Throughout the listing below, copy each line containing "type".

══════

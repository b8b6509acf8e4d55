"""Charts, compare selection and live progress in a real headless Chromium."""

import datetime

import pytest
from django.utils import timezone

from releases import services

from ..platform.conftest import detections_for, upload
from .conftest import BROWSER_MARKS
from .conftest import shot as _shot

pytestmark = BROWSER_MARKS


@pytest.fixture
def scored(detector, split_truth, users, run_tasks, team):
    from evaluation import services as evaluation_services

    split = evaluation_services.load_split(
        name="bay-night", revision=1, truth=upload("n.json", split_truth)
    )
    start = timezone.now() - datetime.timedelta(days=20)
    versions = []
    for i, label in enumerate(["1.0", "1.1", "1.2"]):
        version = services.create_version(
            detector, label, users["engineer"], created_at=start + datetime.timedelta(days=7 * i)
        )
        run_tasks(
            services.submit_predictions,
            version,
            split,
            upload(f"{label}.json", detections_for(split_truth, seed=60 + i)),
            users["engineer"],
        )
        versions.append(version)
    return split, versions


def test_history_chart_holds_every_version_and_follows_the_selectors(
    page, live_server, detector, scored
):
    page.goto(f"{live_server.url}/detectors/{detector.pk}/")
    page.wait_for_function("window.benchbookCharts && window.benchbookCharts['history-chart']")
    labels = page.evaluate("window.benchbookCharts['history-chart'].data.labels")
    assert labels == ["1.0", "1.1", "1.2"]
    first = page.evaluate("window.benchbookCharts['history-chart'].data.datasets[0].data")
    assert len(first) == 3 and all(0 <= v <= 1 for v in first)
    # Another metric and class is fetched from the history API, one series at a time.
    with page.expect_response(lambda r: "/history/?metric=AP50" in r.url and r.ok):
        page.select_option("#history-class", "pedestrian")
        page.select_option("#history-metric", "AP50")
    page.wait_for_function(
        "window.benchbookCharts['history-chart'].options.scales.y.title.text === 'AP50 (coco, 0–1)'"
    )
    after = page.evaluate("window.benchbookCharts['history-chart'].data.datasets[0].data")
    assert after != first and len(after) == 3
    assert "metric=AP50" in page.url and "class=pedestrian" in page.url
    _shot(page, "history")
    page.set_viewport_size({"width": 390, "height": 800})
    _shot(page, "history-390")


def test_history_marks_the_revision_change_and_separates_revisions_on_request(
    page, live_server, detector, scored, split_truth, users, run_tasks
):
    """bay-night rev 2 (boxes relabelled): version 1.3 is scored on it only, so the one
    bay-night line moves from rev 1 to rev 2 at 1.3, with a mark; "each revision
    separately" draws two lines."""
    import copy

    from evaluation import services as evaluation_services

    truth = copy.deepcopy(split_truth)
    truth["annotations"] = truth["annotations"][::2]
    relabelled = evaluation_services.load_split(
        name="bay-night", revision=2, truth=upload("n2.json", truth)
    )
    version = services.create_version(detector, "1.3", users["engineer"])
    run_tasks(
        services.submit_predictions,
        version,
        relabelled,
        upload("1.3.json", detections_for(split_truth, seed=63)),
        users["engineer"],
    )
    page.goto(f"{live_server.url}/detectors/{detector.pk}/")
    page.wait_for_function("window.benchbookCharts && window.benchbookCharts['history-chart']")
    chart = "window.benchbookCharts['history-chart']"
    assert page.evaluate(f"{chart}.data.datasets.map(d => d.label)") == ["bay-night"]
    assert page.evaluate(f"{chart}.data.datasets[0].revisions") == [1, 1, 1, 2]
    marks = page.evaluate(f"{chart}.options.plugins.revisionMarks.changes")
    assert marks == [{"series": "bay-night", "index": 3, "from": 1, "to": 2}]
    _shot(page, "history-revisions")
    with page.expect_response(lambda r: "revisions=separate" in r.url and r.ok):
        page.select_option("#history-revisions", "separate")
    page.wait_for_function(f"{chart}.data.datasets.length === 2")
    labels = page.evaluate(f"{chart}.data.datasets.map(d => d.label)")
    assert labels == ["bay-night rev 1", "bay-night rev 2"]
    assert page.evaluate(f"{chart}.options.plugins.revisionMarks.changes") == []
    second = page.evaluate(f"{chart}.data.datasets[1].data")
    assert second[:3] == [None, None, None] and second[3] is not None
    _shot(page, "history-revisions-separate")
    page.set_viewport_size({"width": 390, "height": 800})
    page.select_option("#history-revisions", "joined")
    page.wait_for_function(f"{chart}.data.datasets.length === 1")
    _shot(page, "history-revisions-390")


def test_history_marks_a_box_policy_change(
    page, live_server, detector, scored, split_truth, users, run_tasks
):
    """The suite switches from ``keep`` to ``clip`` before 1.3: 1.0-1.2 were decided
    (rejected: a decided version is not scored again under the new suite), so their
    points stay ``keep`` and 1.3's is ``clip``, and the chart says so (a dotted mark,
    each point's policy and engine in its tooltip data)."""
    from ..platform.conftest import set_suite_policy
    from ..platform.test_history import _overhanging

    split, earlier = scored
    for version in earlier:
        services.sign_off(version, users["lead"], "rejected", "kept for the record")
    set_suite_policy(detector, users["lead"], box_policy="clip")
    version = services.create_version(detector, "1.3", users["engineer"])
    sets = upload("1.3.json", _overhanging(split_truth))
    run_tasks(services.submit_predictions, version, split, sets, users["engineer"])
    page.goto(f"{live_server.url}/detectors/{detector.pk}/")
    page.wait_for_function("window.benchbookCharts && window.benchbookCharts['history-chart']")
    chart = "window.benchbookCharts['history-chart']"
    assert page.evaluate(f"{chart}.data.datasets[0].boxPolicies") == ["keep"] * 3 + ["clip"]
    marks = page.evaluate(f"{chart}.options.plugins.revisionMarks.policyChanges")
    assert marks == [{"series": "bay-night", "index": 3, "from": "keep", "to": "clip"}]
    assert page.locator("td .meta", has_text="boxes clip").count() == 1
    _shot(page, "history-box-policy")
    page.set_viewport_size({"width": 390, "height": 800})
    _shot(page, "history-box-policy-390")


def test_scorecard_draws_a_curve_per_class(page, live_server, scored):
    split, versions = scored
    page.goto(f"{live_server.url}/versions/{versions[-1].pk}/")
    chart_id = f"curves-{split.pk}"
    page.wait_for_function(f"window.benchbookCharts && window.benchbookCharts['{chart_id}']")
    names = page.evaluate(f"window.benchbookCharts['{chart_id}'].data.datasets.map(d => d.label)")
    assert names == ["car", "pedestrian", "cyclist"]
    points = page.evaluate(f"window.benchbookCharts['{chart_id}'].data.datasets[0].data.length")
    assert points > 10
    _shot(page, "scorecard")


def test_changing_the_compare_selection_changes_the_table(page, live_server, detector, scored):
    split, versions = scored
    page.goto(f"{live_server.url}/detectors/{detector.pk}/compare/")
    table = page.locator(f"#deltas-{split.pk}")
    before = table.inner_text()
    assert "1.1" in before and "1.2" in before
    page.select_option("#compare-reference", str(versions[0].pk))
    page.click("#compare-form button[type=submit]")
    page.wait_for_url("**reference=*")
    after = page.locator(f"#deltas-{split.pk}").inner_text()
    assert after != before and "1.0" in after
    assert page.evaluate(f"window.benchbookCharts['curves-{split.pk}'].data.datasets.length") == 2
    _shot(page, "compare")


def test_progress_bar_advances_while_a_real_worker_scores(
    page, live_server, detector, users, split_truth, worker, monkeypatch
):
    import time

    from evaluation import services as evaluation_services
    from evaluation.models import Evaluation
    from evaluation.services import queueing

    split = evaluation_services.load_split(
        name="ring-road", revision=1, truth=upload("r.json", split_truth)
    )
    version = services.create_version(detector, "2.0", users["engineer"])
    dispatch = queueing.dispatch
    with monkeypatch.context() as held:  # hold the jobs until the page shows them queued
        held.setattr("evaluation.services.queueing.dispatch", lambda pk: None)
        prediction_set = services.submit_predictions(
            version,
            split,
            upload("2.0.json", detections_for(split_truth, seed=3)),
            users["engineer"],
        )
    page.goto(f"{live_server.url}/versions/{version.pk}/")
    assert page.locator("progress[data-poll]").count() == 2  # one bar per protocol
    seen = [
        page.evaluate("[...document.querySelectorAll('progress[data-poll]')].map(b => b.value)")
    ]
    for evaluation in Evaluation.objects.filter(predictions=prediction_set.predictions):
        dispatch(evaluation.pk)  # no transaction open: sent to the real worker now
    deadline = time.monotonic() + 90
    while time.monotonic() < deadline:
        seen.append(
            page.evaluate("[...document.querySelectorAll('progress[data-poll]')].map(b => b.value)")
        )
        states = page.evaluate(
            "[...document.querySelectorAll('.state')].map(s => s.textContent.trim())"
        )
        if states == ["done", "done"] and seen[-1] == [100, 100]:
            break
        time.sleep(0.1)
    assert states == ["done", "done"], states
    assert seen[0] == [0, 0] and seen[-1] == [100, 100]
    _shot(page, "progress-done")
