"""The split page's image form in Chromium: a lead sees it and attaches a URL template;
an engineer (who may load splits) sees no form. Screenshots at 1280 and 390 px."""

from ..platform.conftest import split_dict, upload
from .conftest import BROWSER_MARKS, shot, signed_in

pytestmark = BROWSER_MARKS


def test_only_a_lead_is_offered_the_image_form(page, browser, live_server, users, team):
    from evaluation import services as evaluation_services

    truth = split_dict(seed=21, n_images=4)
    for n, image in enumerate(truth["images"]):
        image["file_name"] = f"cam/{n:04d}.png"
    split = evaluation_services.load_split(
        name="harbour-cam", revision=1, truth=upload("harbour-cam.json", truth)
    )
    url = f"{live_server.url}/splits/{split.pk}/"
    engineer = signed_in(browser, live_server, "engineer")
    engineer.goto(url)
    assert engineer.locator("#split-images").is_visible()
    assert engineer.locator("form.images-form").count() == 0
    shot(engineer, "split-images-engineer-1280")
    engineer.context.close()

    page.goto(url)
    form = page.locator("form.images-form")
    assert form.is_visible()
    shot(page, "split-images-lead-1280")
    page.set_viewport_size({"width": 390, "height": 844})
    shot(page, "split-images-lead-390")
    page.set_viewport_size({"width": 1280, "height": 900})
    page.fill("#images-url", "https://images.example/{file_name}")
    page.click("form.images-form button[type=submit]")
    page.wait_for_selector("#images-source")
    assert "https://images.example/{file_name}" in page.locator("#images-source").inner_text()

══════

### RESPONSE BOX
    page.click("#compare-form button[type=submit]")
    page.click("form.images-form button[type=submit]")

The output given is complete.